Komputasi Kuantum Bukan Lagi Teori, Mengapa Dunia Mulai Berinvestasi Besar?

Komputasi Kuantum Bukan Lagi Teori, Mengapa Dunia Mulai Berinvestasi Besar?

S

Penulis

Super Admin BEM

28 Feb 2026

Scroll

Komputasi Kuantum Bukan Lagi Teori, Mengapa Dunia Mulai Berinvestasi Besar?

Bandung — Selama puluhan tahun, komputasi kuantum (quantum computing) lebih banyak dikenal sebagai topik penelitian di laboratorium fisika. Kini, teknologi tersebut mulai memasuki babak baru. Perusahaan teknologi seperti IBM, Google, Microsoft, hingga IonQ berlomba mengembangkan komputer kuantum dengan kemampuan yang terus meningkat. Pemerintah di berbagai negara juga mengalokasikan investasi besar untuk mempercepat riset di bidang ini karena dinilai berpotensi mengubah berbagai sektor, mulai dari kesehatan hingga manufaktur.

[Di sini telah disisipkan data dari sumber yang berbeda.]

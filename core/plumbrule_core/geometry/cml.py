"""Chemical Markup Language: atoms with elementType, x3, y3, z3; formalCharge and spinMultiplicity.

Read with defusedxml: a document type or an entity is refused, so that no file can swell or reach outside.
"""

from typing import TYPE_CHECKING
from xml.sax.saxutils import quoteattr

from plumbrule_core.documents.species import Atom, Species
from plumbrule_core.errors import Unreadable
from plumbrule_core.geometry.draft import Draft, Faulty, atom_of, check_size, isotope_notes
from plumbrule_core.geometry.stated import one_line

if TYPE_CHECKING:
    from xml.etree.ElementTree import Element

SUFFIXES = (".cml",)
NAME = "CML"
POSITION = ("x3", "y3", "z3")


def recognises(text: str) -> bool:
    """Whether the text is marked up."""
    return text.lstrip().startswith("<")


def read(text: str) -> tuple[Draft, ...]:
    """Every molecule that has atoms of its own; raises Unreadable with every faulty atom."""
    root = _parsed(text)
    molecules = [(element, atoms) for element in root.iter() if (atoms := _own_atoms(element))]
    if not molecules:
        raise Unreadable("holds no atoms; a CML file has a molecule with an atomArray of atoms")
    faults = Faulty()
    drafts = tuple(_draft(molecule, atoms, faults) for molecule, atoms in molecules)
    faults.refuse()
    return drafts


def write(species: Species) -> str:
    """One molecule, coordinates in angstrom to eight decimals."""
    rows = [
        f'  <atom id="a{number}" elementType="{a.symbol}" x3="{a.x:.8f}" y3="{a.y:.8f}" z3="{a.z:.8f}"/>'
        for number, a in enumerate(species.atoms, start=1)
    ]
    head = (
        f'<molecule xmlns="http://www.xml-cml.org/schema" id="m1" title={quoteattr(one_line(species.name))} '
        f'formalCharge="{species.charge}" spinMultiplicity="{species.multiplicity}">'
    )
    return "\n".join(
        [
            '<?xml version="1.0" encoding="UTF-8"?>',
            head,
            " <atomArray>",
            *rows,
            " </atomArray>",
            "</molecule>",
            "",
        ]
    )


def _parsed(text: str) -> "Element":
    from xml.etree.ElementTree import ParseError

    from defusedxml import DefusedXmlException
    from defusedxml.ElementTree import fromstring

    try:
        return fromstring(text.encode("utf-8"), forbid_dtd=True)
    except ParseError as error:
        line, column = error.position
        raise Unreadable(
            f"line {line}: is not XML at column {column + 1} ({str(error).split(':')[0]})"
        ) from None
    except DefusedXmlException:
        raise Unreadable(
            "declares a document type or entities, which are not read for safety; remove them"
        ) from None
    except (ValueError, LookupError):
        raise Unreadable("declares an encoding that it does not have; save it as UTF-8") from None


def _tag(element: "Element") -> str:
    return element.tag.rpartition("}")[2] if isinstance(element.tag, str) else ""


def _own_atoms(molecule: "Element") -> list["Element"]:
    if _tag(molecule) != "molecule":
        return []
    arrays = [child for child in molecule if _tag(child) == "atomArray"]
    return [atom for array in arrays for atom in array if _tag(atom) == "atom"]


def _draft(molecule: "Element", elements: list["Element"], faults: Faulty) -> Draft:
    check_size(len(elements))
    atoms: list[Atom] = []
    for number, element in enumerate(elements, start=1):
        try:
            atoms.append(_atom(element))
        except ValueError as error:
            faults.add(f"atom {element.get('id') or number}", str(error))
    charge = _whole(molecule, "formalCharge", (-20, 20), faults)
    multiplicity = _whole(molecule, "spinMultiplicity", (1, 40), faults)
    if charge is None:
        charge = _sum_of_charges(elements, faults)
    return Draft(
        atoms=tuple(atoms),
        charge=charge,
        multiplicity=multiplicity,
        title=one_line(molecule.get("title") or ""),
        notes=isotope_notes([element.get("elementType") or "" for element in elements]),
    )


def _atom(element: "Element") -> Atom:
    lacking = [key for key in ("elementType", *POSITION) if not element.get(key)]
    if lacking:
        flat = "; it is a flat drawing (x2, y2), so save it with 3-D coordinates" if element.get("x2") else ""
        raise ValueError(f"has no {', '.join(lacking)}{flat}")
    return atom_of([element.get("elementType") or "", *(element.get(key) or "" for key in POSITION)])


def _sum_of_charges(elements: list["Element"], faults: Faulty) -> int | None:
    stated = [_whole(element, "formalCharge", (-20, 20), faults) for element in elements]
    known = [charge for charge in stated if charge is not None]
    return sum(known) if known else None


def _whole(element: "Element", key: str, between: tuple[int, int], faults: Faulty) -> int | None:
    text = element.get(key)
    if text is None:
        return None
    low, high = between
    try:
        value = int(text[:20])
    except ValueError:
        value = high + 1
    if not low <= value <= high:
        faults.add(
            f"{_tag(element)} {element.get('id', '')}".strip(), f"{key}='{text[:20]}' must be {low} to {high}"
        )
        return None
    return value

Berbeda dengan komputer konvensional yang menggunakan bit bernilai 0 atau 1, komputer kuantum memanfaatkan qubit yang dapat berada pada beberapa keadaan secara bersamaan melalui prinsip mekanika kuantum. Pendekatan ini memungkinkan komputer kuantum menyelesaikan jenis persoalan tertentu dengan jauh lebih cepat dibanding komputer yang digunakan saat ini, terutama pada masalah optimasi, simulasi molekul, dan kriptografi.

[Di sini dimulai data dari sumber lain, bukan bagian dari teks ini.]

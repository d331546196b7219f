"""Writing a molfile (V2000): bonds by distance, bond orders by RDKit where it finds consistent ones."""

from collections.abc import Iterator, Sequence
from typing import Any

from plumbrule_core.documents.bonding import Bond, bonds, distance
from plumbrule_core.documents.species import Species
from plumbrule_core.elements import ELEMENTS
from plumbrule_core.errors import PlumbruleError
from plumbrule_core.geometry.shape import CLASH_DISTANCE
from plumbrule_core.geometry.stated import comment_for, one_line
from plumbrule_core.geometry.valence import neighbours, spare_valences

LARGEST = 9999.9999
"""Angstrom; the format gives a coordinate ten characters, four of them decimals."""
MOST_TO_ORDER = 100
"""Atoms; the search for bond orders grows fast with size."""
ORDER_STEPS = 1000
LARGEST_MARK = 15
"""The format's largest charge on one atom."""
MARKS_PER_LINE = 8
NO_BONDS = 15
"""The format's mark for an atom with a valence of zero."""


def write(species: Species) -> str:
    """One record, coordinates in angstrom to four decimals; raises PlumbruleError where they do not fit."""
    if any(abs(value) > LARGEST for a in species.atoms for value in (a.x, a.y, a.z)):
        raise PlumbruleError(f"{species.name} has coordinates beyond 9999 angstrom; write it as .xyz instead")
    links = _links(species)
    orders, charges = _orders(species, links) or ([1] * len(links), _spread_charge(species))
    valences = [0] * len(species.atoms)
    for (i, j), order in zip(links, orders, strict=True):
        valences[i] += order
        valences[j] += order
    lines = [
        one_line(species.name)[:80],
        " " * 20 + "3D",
        comment_for(species.charge, species.multiplicity, ""),
        f"{len(species.atoms):3d}{len(links):3d}  0  0  0  0  0  0  0  0999 V2000",
        *(
            f"{a.x:10.4f}{a.y:10.4f}{a.z:10.4f} {a.symbol:<3} 0  0  0  0  0{mark:3d}  0  0  0  0  0  0"
            for a, mark in zip(species.atoms, map(_valence_mark, valences), strict=True)
        ),
        *(f"{i + 1:3d}{j + 1:3d}{order:3d}  0" for (i, j), order in zip(links, orders, strict=True)),
        *_marks("M  CHG", charges),
        *_marks("M  RAD", _radicals(species)),
        "M  END",
        "",
    ]
    return "\n".join(lines)


def _links(species: Species) -> tuple[Bond, ...]:
    """The bonds, but none between atoms that stand in one place, which no reader can take."""
    atoms = species.atoms
    return tuple((i, j) for i, j in bonds(atoms) if distance(atoms[i], atoms[j]) > CLASH_DISTANCE)


def _valence_mark(total: int) -> int:
    """The total valence, so that no reader adds hydrogens; left open where the format has no room for it."""
    return total if 0 < total < NO_BONDS else (NO_BONDS if total == 0 else 0)


def _orders(species: Species, links: Sequence[Bond]) -> tuple[list[int], list[int]] | None:
    """Bond orders and charges of the atoms for an ordinary closed-shell molecule; None for anything else."""
    ordinary = not any(ELEMENTS[a.symbol].is_transition_metal for a in species.atoms)
    if not links or species.multiplicity != 1 or len(species.atoms) > MOST_TO_ORDER or not ordinary:
        return None
    molecule = _ordered(species, links)
    if molecule is None:
        return None
    charges = [atom.GetFormalCharge() for atom in molecule.GetAtoms()]
    found = [int(molecule.GetBondBetweenAtoms(i, j).GetBondTypeAsDouble()) for i, j in links]
    return (found, charges) if sum(charges) == species.charge else None


def _ordered(species: Species, links: Sequence[Bond]) -> Any | None:
    from rdkit import Chem, rdBase
    from rdkit.Chem import rdDetermineBonds

    molecule = Chem.RWMol()
    for atom in species.atoms:
        molecule.AddAtom(Chem.Atom(atom.symbol))
    for i, j in links:
        molecule.AddBond(i, j, Chem.BondType.SINGLE)
    with rdBase.BlockLogs():
        try:
            rdDetermineBonds.DetermineBondOrders(
                molecule, charge=species.charge, embedChiral=False, maxIterations=ORDER_STEPS
            )
            Chem.Kekulize(molecule, clearAromaticFlags=True)
        except (RuntimeError, ValueError):
            return None
    return molecule


def _spread_charge(species: Species) -> list[int]:
    left, charges = species.charge, []
    for _ in species.atoms:
        part = max(-LARGEST_MARK, min(LARGEST_MARK, left))
        charges.append(part)
        left -= part
    return charges


def _radicals(species: Species) -> list[int]:
    """A mark of one unpaired electron (2) on the atoms that lack most bonds; none with too few atoms."""
    if species.unpaired > len(species.atoms):
        return [0] * len(species.atoms)
    spare = spare_valences(species.atoms, neighbours(len(species.atoms), bonds(species.atoms)))
    chosen = sorted(range(len(spare)), key=lambda at: -spare[at])[: species.unpaired]
    return [2 if at in chosen else 0 for at in range(len(spare))]


def _marks(head: str, values: Sequence[int]) -> Iterator[str]:
    marked = [(number, value) for number, value in enumerate(values, start=1) if value]
    for at in range(0, len(marked), MARKS_PER_LINE):
        row = marked[at : at + MARKS_PER_LINE]
        yield f"{head}{len(row):3d}" + "".join(f" {number:3d} {value:3d}" for number, value in row)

Meski demikian, komputer kuantum bukan pengganti komputer biasa. Teknologi ini dirancang untuk menangani persoalan yang sangat kompleks dan membutuhkan daya komputasi tinggi. Aktivitas sehari-hari seperti mengetik dokumen, mengakses internet, atau menjalankan aplikasi perkantoran tetap lebih efisien menggunakan komputer konvensional.

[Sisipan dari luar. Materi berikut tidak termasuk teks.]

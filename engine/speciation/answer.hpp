// From the solver's state to an answer over the whole system, checked.
#pragma once

#include "workspace.hpp"

namespace bathwright::speciation {

/// Everything but `iterations`; uses the storage of `answer` again.
void read_answer(Workspace& w, const Solver& solver, const Constants& ln_K, const Task& task,
                 Equilibrium& answer);

}  // namespace bathwright::speciation
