// The program `bathwright`: options for all verbs, and which verb runs.
#include <CLI/CLI.hpp>
#include <bathwright/base/nearest.hpp>
#include <cstdio>

#include "context.hpp"
#include "desktop/desktop.hpp"
#include "log/pins.hpp"

using namespace bathwright::command;

namespace {

/// "--json  print one JSON document instead of text", for the options that stand for every verb.
std::string common_options(const CLI::App& program) {
  std::string text = "\nEvery verb takes:\n";
  for (const CLI::Option* option : program.get_options())
    if (option != program.get_help_ptr() && option != program.get_version_ptr())
      text += "  " + option->get_name() + (option->get_items_expected_max() > 0 ? " TEXT" : "") + "  " +
              option->get_description() + "\n";
  return text;
}

void end_help_with(CLI::App& verb, const std::string& text) {
  verb.footer(verb.get_footer() + text);
  for (CLI::App* below : verb.get_subcommands({})) end_help_with(*below, text);
}

/// What to say of the first word that is no verb; "" where the fault is another.
std::string unknown_verb(const CLI::App& program) {
  const CLI::App* verb = &program;
  while (!verb->get_subcommands().empty()) verb = verb->get_subcommands().front();
  std::vector<std::string> verbs;
  for (const CLI::App* below : verb->get_subcommands({})) verbs.push_back(below->get_name());
  const std::vector<std::string> left = program.remaining(true);
  if (verbs.empty() || left.empty() || left.front().starts_with('-')) return "";
  const auto close = bathwright::nearest(left.front(), verbs);
  return '"' + left.front() + "\" is not a verb." + (close ? " Did you mean " + *close + "?" : "") +
         " bathwright --help lists them.";
}

}  // namespace

int main(int argc, char** argv) {
  CLI::App program{
      "Bathwright: from the readings of a plating tank to an addition sheet that is safe on the way.",
      "bathwright"};
  Context context;
  context.pin = Pins(context);
  Action action;
  program.set_version_flag("--version", program_and_version());
  program.add_flag("--json", context.json, "print one JSON document instead of text");
  program.add_option("--log", context.log_file, "the shift log to read and write");
  program.add_option("--plugins", context.plugin_folders, "further folders with bath types")
      ->allow_extra_args(false);
  std::string shop;
  program.add_option("--shop", shop, "without a verb: the folder of tank files that the window opens");
  program.require_subcommand(0, 1);
  program.fallthrough();
  add_analyse(program, context, action);
  add_dose(program, context, action);
  add_tank(program, context, action);
  add_path(program, context, action);
  add_forecast(program, context, action);
  add_learn(program, context, action);
  add_log(program, context, action);
  add_trends(program, context, action);
  add_plant(program, context, action);
  add_solution(program, context, action);
  add_fit(program, context, action);
  add_sources(program, context, action);
  add_plugins(program, context, action);
  for (CLI::App* verb : program.get_subcommands({})) end_help_with(*verb, common_options(program));
  program.footer(
      "Exit status: 0 all is well, 1 a finding, 2 bad input, 3 could not finish.\n"
      "Each verb has --help with an example: bathwright dose --help");
  try {
    program.parse(argc, argv);
  } catch (const CLI::ParseError& error) {
    if (const std::string words = unknown_verb(program); !words.empty() && error.get_exit_code() != 0) {
      std::fprintf(stderr, "%s\n", words.c_str());
      return Exit::bad_input;
    }
    return program.exit(error) == 0 ? Exit::all_well : Exit::bad_input;
  }
  if (!action) {
    const auto closed = bathwright::desktop::run(context, shop);
    return closed ? Exit::all_well : fail(context, closed.problems());
  }
  return action();
}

Perkembangan komputasi kuantum juga membuka peluang penelitian lintas disiplin. Di bidang farmasi, teknologi ini diproyeksikan membantu mempercepat simulasi struktur molekul untuk pengembangan obat. Pada sektor manufaktur, komputasi kuantum berpotensi digunakan untuk optimasi rantai pasok, simulasi material baru, hingga penyelesaian persoalan logistik yang melibatkan jutaan kemungkinan.


Indonesia memang belum memiliki komputer kuantum sendiri, tetapi sejumlah perguruan tinggi telah mulai memperkenalkan materi komputasi kuantum melalui penelitian dan kerja sama internasional. Di sisi lain, akses terhadap komputer kuantum berbasis cloud yang disediakan perusahaan teknologi global membuat mahasiswa dan peneliti dapat mulai mempelajari teknologi tersebut tanpa harus memiliki perangkat fisik sendiri.


Bagi mahasiswa di bidang teknik, informatika, maupun sains, perkembangan ini menjadi pengingat bahwa teknologi terus bergerak melampaui apa yang saat ini digunakan di ruang kelas. Konsep seperti matematika, algoritma, fisika, dan pemrograman yang dipelajari hari ini dapat menjadi fondasi untuk memahami teknologi yang akan berkembang pada masa mendatang.


Meski masih berada pada tahap pengembangan, komputasi kuantum menunjukkan bagaimana riset dasar dapat berkembang menjadi teknologi strategis. Seperti halnya internet yang dahulu hanya digunakan di lingkungan akademik, teknologi kuantum berpotensi menjadi bagian penting dari berbagai inovasi pada masa depan apabila tantangan teknis yang masih ada berhasil diatasi.